EXERCISE DETAILS
Each line of the records that includes "area" should be found and copied.

Saved data entries
★ ★ ★ ★ ★
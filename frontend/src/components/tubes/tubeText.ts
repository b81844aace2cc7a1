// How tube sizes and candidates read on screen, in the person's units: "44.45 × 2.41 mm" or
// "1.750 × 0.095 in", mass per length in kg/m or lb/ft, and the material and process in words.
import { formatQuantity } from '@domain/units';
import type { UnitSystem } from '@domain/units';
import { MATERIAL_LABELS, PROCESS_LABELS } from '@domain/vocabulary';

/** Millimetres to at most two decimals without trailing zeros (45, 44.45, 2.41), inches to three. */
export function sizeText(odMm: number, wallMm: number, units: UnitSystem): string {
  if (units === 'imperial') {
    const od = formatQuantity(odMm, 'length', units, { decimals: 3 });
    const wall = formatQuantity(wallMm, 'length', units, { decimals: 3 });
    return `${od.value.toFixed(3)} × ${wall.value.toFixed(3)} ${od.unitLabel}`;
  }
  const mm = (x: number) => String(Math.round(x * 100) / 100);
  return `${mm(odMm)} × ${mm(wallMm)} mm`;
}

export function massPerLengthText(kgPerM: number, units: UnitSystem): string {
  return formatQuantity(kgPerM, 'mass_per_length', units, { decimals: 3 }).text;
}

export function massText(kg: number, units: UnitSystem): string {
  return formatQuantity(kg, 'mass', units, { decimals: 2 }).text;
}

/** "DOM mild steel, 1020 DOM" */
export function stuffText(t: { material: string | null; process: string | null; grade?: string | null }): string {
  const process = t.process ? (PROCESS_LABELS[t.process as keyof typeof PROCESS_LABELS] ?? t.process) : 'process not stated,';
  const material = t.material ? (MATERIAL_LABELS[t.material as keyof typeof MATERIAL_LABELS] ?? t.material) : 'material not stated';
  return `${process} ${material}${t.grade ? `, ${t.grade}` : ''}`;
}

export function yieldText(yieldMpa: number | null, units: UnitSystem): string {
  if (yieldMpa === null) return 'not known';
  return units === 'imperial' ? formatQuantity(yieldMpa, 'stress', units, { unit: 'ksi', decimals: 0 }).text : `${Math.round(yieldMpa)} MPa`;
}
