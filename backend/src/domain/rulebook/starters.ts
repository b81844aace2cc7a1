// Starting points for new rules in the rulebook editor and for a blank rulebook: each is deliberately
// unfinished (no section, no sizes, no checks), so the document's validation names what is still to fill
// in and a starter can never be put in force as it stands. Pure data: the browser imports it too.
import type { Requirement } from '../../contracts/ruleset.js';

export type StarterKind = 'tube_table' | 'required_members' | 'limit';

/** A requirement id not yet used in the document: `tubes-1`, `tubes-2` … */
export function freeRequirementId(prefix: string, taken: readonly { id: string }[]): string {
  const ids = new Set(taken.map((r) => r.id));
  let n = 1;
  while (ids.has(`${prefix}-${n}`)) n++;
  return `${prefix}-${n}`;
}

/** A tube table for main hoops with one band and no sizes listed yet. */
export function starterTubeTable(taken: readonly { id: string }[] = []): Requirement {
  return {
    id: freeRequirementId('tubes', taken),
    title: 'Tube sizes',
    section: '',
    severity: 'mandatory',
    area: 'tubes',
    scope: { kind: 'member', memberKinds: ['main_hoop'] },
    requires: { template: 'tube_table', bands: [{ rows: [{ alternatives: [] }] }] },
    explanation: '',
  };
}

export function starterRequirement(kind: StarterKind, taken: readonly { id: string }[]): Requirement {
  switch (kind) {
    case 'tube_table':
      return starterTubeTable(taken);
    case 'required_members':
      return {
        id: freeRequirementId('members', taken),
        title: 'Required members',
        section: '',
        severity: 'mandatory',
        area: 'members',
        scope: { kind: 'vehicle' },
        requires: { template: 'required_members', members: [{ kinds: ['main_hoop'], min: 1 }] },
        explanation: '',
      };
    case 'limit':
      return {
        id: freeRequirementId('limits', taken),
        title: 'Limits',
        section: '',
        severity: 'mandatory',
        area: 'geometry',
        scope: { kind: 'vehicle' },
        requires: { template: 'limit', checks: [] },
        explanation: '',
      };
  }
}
★ ★ ★ ★ ★
FINISHED EXERCISE
    area: 'tubes',
        area: 'members',
        area: 'geometry',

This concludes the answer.